## To do:
Every line from the one containing "const free = dim - locked.re.length;" to the one containing "for (let j = 0;" in the records below, both included, must be set down exactly, and no other line.

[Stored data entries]
*** Block opens ***
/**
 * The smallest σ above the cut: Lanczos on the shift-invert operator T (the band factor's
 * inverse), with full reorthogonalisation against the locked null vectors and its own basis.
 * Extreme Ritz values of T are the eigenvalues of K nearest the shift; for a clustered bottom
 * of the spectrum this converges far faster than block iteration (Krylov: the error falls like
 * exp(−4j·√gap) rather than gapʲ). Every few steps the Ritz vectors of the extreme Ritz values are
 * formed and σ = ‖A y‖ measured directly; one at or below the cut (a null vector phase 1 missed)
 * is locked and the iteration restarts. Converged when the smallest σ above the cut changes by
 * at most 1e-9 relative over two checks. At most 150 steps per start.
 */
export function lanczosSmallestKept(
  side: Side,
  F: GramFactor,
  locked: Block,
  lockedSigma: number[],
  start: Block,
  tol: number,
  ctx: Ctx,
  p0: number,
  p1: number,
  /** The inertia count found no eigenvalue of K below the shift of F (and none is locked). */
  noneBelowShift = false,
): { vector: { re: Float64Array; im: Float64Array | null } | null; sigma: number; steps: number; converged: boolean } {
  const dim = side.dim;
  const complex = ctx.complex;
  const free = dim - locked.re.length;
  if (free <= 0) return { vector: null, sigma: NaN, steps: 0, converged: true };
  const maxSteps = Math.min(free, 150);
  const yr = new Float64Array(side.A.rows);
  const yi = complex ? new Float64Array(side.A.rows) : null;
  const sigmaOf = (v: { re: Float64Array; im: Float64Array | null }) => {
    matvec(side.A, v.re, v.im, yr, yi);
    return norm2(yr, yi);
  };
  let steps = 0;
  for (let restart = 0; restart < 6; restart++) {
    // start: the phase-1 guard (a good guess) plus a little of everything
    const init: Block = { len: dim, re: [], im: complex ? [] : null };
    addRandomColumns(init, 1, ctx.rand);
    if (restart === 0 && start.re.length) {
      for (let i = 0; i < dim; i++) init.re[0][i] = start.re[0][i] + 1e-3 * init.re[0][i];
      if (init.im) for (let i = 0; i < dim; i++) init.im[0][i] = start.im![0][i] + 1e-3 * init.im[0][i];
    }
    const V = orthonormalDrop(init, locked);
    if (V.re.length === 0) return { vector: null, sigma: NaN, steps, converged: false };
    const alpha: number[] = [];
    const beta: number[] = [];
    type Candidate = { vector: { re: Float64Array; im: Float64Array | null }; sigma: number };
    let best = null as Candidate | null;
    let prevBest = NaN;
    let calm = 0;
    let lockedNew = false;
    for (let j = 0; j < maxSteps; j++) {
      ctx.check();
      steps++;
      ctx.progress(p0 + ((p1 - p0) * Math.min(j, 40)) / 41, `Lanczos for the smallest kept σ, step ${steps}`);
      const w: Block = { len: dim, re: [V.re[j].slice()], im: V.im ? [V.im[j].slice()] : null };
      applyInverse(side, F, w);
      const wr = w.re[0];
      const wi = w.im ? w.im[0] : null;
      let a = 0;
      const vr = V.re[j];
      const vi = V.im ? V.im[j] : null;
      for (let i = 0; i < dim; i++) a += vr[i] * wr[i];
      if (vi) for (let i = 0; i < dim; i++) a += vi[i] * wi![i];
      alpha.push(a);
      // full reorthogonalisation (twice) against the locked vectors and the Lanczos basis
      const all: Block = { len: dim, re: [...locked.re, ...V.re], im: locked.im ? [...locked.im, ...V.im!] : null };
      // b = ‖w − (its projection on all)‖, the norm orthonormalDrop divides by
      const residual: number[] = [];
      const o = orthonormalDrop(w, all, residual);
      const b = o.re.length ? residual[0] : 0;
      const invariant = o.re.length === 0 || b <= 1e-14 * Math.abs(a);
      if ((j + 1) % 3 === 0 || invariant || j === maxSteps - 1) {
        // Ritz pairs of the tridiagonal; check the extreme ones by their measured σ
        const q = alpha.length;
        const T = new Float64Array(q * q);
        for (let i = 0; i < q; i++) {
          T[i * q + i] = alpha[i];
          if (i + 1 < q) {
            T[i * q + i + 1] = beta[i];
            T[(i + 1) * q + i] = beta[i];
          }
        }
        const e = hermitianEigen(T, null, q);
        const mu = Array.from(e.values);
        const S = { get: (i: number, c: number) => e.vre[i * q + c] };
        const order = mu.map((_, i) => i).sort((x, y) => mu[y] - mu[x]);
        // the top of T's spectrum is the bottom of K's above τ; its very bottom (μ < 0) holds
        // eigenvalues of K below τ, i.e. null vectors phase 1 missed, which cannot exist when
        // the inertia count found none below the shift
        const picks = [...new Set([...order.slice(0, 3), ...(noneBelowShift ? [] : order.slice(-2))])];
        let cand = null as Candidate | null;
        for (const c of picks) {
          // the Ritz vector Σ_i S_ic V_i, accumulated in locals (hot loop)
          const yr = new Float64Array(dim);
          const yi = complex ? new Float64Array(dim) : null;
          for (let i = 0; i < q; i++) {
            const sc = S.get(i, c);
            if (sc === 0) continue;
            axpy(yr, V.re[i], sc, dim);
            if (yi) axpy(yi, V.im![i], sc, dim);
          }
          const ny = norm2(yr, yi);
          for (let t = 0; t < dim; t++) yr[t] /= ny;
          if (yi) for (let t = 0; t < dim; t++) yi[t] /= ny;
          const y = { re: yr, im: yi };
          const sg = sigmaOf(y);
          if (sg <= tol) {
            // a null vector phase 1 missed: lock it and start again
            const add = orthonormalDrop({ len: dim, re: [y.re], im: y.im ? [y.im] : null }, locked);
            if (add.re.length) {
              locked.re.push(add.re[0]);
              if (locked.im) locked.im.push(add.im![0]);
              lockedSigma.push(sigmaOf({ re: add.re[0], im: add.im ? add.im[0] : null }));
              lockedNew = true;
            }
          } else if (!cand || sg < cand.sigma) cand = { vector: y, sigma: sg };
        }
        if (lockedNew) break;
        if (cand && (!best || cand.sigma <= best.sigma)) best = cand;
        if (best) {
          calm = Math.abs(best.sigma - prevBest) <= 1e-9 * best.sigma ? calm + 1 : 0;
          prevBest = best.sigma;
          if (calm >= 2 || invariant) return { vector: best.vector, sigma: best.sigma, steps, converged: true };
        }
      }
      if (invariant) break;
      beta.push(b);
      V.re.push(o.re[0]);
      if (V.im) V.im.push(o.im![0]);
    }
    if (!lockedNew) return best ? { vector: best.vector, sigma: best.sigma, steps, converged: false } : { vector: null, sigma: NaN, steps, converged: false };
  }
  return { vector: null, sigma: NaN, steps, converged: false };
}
*** Block closes ***
*** Block opens ***
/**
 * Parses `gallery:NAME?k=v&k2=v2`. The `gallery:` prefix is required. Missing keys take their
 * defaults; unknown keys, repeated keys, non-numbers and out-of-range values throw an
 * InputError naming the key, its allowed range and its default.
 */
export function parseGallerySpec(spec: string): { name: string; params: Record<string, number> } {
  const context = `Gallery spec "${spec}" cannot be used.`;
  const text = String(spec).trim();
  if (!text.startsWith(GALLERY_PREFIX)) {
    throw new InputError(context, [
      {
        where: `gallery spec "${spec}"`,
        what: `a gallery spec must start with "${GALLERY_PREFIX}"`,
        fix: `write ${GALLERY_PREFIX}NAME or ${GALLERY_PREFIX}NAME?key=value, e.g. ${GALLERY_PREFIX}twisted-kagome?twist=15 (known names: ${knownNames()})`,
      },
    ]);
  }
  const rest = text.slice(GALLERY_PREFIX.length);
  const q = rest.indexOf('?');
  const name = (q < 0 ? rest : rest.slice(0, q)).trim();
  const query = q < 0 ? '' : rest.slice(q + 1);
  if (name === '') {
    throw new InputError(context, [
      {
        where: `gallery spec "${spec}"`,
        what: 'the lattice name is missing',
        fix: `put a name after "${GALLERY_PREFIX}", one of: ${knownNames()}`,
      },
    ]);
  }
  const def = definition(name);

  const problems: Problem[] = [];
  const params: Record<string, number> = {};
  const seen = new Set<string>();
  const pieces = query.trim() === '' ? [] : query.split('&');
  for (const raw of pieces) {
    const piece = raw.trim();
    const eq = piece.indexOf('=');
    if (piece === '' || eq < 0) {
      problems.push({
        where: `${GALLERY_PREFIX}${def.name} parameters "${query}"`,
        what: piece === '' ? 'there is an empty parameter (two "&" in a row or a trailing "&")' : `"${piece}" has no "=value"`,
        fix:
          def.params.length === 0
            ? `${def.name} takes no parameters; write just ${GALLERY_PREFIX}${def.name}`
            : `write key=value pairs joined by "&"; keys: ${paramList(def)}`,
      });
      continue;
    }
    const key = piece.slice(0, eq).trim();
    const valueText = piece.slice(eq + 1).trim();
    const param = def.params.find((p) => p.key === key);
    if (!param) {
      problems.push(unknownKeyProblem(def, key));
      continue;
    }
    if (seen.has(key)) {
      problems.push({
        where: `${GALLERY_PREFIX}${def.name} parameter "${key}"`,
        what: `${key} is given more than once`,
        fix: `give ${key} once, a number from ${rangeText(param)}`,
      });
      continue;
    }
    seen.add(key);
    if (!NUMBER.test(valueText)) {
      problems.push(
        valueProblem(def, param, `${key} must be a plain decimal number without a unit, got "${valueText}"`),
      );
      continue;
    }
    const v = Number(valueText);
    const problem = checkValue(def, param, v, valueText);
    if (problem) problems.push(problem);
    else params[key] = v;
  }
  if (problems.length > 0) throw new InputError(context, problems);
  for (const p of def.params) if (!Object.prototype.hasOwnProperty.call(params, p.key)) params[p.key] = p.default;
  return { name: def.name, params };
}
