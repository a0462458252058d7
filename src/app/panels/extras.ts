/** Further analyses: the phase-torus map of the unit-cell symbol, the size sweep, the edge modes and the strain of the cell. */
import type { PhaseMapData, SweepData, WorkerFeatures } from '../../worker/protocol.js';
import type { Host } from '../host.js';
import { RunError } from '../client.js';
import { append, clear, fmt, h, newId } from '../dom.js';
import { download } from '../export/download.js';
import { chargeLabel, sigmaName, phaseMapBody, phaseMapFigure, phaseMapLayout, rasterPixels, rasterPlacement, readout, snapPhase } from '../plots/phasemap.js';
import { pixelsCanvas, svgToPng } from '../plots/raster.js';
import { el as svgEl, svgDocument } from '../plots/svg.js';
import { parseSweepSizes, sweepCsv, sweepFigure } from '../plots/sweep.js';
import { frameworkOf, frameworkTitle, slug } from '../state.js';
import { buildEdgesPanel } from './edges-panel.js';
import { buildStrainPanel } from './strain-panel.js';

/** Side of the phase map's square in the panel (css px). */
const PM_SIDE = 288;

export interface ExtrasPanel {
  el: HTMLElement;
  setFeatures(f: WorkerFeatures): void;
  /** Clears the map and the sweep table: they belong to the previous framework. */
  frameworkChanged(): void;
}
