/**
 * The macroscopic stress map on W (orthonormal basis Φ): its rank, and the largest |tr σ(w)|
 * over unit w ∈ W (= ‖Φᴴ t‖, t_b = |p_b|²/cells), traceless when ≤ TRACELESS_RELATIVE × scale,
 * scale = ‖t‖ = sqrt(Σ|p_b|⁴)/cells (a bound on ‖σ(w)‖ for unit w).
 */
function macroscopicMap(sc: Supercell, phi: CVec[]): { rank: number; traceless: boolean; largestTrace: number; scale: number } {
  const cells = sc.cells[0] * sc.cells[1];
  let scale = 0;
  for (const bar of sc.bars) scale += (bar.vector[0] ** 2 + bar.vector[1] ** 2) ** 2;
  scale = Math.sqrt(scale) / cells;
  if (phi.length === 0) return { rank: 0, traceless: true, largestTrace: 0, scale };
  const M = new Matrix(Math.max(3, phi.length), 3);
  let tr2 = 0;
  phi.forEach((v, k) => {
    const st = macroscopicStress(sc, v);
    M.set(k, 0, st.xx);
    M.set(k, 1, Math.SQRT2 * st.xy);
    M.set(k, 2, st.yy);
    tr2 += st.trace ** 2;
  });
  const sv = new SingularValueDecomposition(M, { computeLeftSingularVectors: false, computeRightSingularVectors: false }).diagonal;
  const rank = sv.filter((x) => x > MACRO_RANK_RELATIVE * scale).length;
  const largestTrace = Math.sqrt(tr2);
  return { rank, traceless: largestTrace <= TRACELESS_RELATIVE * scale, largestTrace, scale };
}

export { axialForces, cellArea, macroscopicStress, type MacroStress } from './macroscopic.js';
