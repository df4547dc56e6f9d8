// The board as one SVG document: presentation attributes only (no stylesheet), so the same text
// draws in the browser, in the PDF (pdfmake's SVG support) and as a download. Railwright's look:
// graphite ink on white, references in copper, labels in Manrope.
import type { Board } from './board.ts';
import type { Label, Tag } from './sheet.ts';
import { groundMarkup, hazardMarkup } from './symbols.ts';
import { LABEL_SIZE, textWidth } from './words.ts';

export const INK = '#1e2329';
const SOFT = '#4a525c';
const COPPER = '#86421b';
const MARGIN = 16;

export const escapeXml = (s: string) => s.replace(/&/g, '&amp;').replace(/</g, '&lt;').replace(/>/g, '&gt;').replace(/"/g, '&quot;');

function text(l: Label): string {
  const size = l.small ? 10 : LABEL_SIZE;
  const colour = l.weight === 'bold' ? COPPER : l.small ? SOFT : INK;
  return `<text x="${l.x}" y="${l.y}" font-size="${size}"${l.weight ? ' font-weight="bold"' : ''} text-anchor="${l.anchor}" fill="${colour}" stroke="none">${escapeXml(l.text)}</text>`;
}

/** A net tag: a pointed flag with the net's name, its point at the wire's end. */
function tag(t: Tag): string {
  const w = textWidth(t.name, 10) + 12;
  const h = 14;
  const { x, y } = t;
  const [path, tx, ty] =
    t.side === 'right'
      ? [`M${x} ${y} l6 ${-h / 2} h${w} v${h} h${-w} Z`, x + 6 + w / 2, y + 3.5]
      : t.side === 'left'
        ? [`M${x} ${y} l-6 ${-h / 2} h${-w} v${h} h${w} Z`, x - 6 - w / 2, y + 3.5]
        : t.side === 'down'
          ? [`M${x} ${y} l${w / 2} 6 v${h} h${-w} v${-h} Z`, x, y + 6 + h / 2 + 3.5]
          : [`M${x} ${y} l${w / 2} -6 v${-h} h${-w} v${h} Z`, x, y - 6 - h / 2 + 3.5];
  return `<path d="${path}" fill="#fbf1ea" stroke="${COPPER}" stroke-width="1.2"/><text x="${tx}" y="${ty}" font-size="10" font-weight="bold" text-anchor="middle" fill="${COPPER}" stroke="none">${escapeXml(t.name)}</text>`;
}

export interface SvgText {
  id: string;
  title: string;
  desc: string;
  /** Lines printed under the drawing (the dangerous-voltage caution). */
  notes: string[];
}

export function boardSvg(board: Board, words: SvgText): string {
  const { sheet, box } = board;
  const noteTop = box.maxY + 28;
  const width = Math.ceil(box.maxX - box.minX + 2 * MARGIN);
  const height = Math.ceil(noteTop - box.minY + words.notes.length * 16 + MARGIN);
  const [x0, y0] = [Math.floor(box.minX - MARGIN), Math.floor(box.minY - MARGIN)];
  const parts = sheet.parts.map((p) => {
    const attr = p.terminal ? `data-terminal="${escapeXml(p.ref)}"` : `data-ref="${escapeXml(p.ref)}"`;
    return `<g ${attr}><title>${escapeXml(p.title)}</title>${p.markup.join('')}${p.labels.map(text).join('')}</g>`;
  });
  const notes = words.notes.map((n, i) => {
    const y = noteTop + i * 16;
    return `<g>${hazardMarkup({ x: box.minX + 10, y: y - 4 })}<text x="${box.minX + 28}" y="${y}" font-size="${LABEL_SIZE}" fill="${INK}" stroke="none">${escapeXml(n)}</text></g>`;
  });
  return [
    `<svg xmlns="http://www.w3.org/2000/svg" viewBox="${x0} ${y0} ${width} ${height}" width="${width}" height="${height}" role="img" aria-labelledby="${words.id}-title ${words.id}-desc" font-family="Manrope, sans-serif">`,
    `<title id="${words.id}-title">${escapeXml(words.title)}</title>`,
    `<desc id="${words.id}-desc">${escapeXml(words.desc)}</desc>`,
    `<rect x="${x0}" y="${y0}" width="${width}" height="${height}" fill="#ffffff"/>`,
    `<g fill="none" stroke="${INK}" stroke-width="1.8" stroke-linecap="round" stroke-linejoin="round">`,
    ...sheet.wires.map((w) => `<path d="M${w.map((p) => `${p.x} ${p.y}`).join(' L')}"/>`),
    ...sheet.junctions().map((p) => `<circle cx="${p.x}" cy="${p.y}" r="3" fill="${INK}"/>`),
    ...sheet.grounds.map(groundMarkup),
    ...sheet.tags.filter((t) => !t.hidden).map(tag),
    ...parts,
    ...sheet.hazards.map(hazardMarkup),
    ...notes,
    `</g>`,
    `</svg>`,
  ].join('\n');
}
*** Block closes ***
## Solution for this exercise:
  const free = dim - locked.re.length;
  if (free <= 0) return { vector: null, sigma: NaN, steps: 0, converged: true };
  const maxSteps = Math.min(free, 150);
  const yr = new Float64Array(side.A.rows);
  const yi = complex ? new Float64Array(side.A.rows) : null;
  const sigmaOf = (v: { re: Float64Array; im: Float64Array | null }) => {
    matvec(side.A, v.re, v.im, yr, yi);
    return norm2(yr, yi);
  };
  let steps = 0;
  for (let restart = 0; restart < 6; restart++) {
    // start: the phase-1 guard (a good guess) plus a little of everything
    const init: Block = { len: dim, re: [], im: complex ? [] : null };
    addRandomColumns(init, 1, ctx.rand);
    if (restart === 0 && start.re.length) {
      for (let i = 0; i < dim; i++) init.re[0][i] = start.re[0][i] + 1e-3 * init.re[0][i];
      if (init.im) for (let i = 0; i < dim; i++) init.im[0][i] = start.im![0][i] + 1e-3 * init.im[0][i];
    }
    const V = orthonormalDrop(init, locked);
    if (V.re.length === 0) return { vector: null, sigma: NaN, steps, converged: false };
    const alpha: number[] = [];
    const beta: number[] = [];
    type Candidate = { vector: { re: Float64Array; im: Float64Array | null }; sigma: number };
    let best = null as Candidate | null;
    let prevBest = NaN;
    let calm = 0;
    let lockedNew = false;
    for (let j = 0; j < maxSteps; j++) {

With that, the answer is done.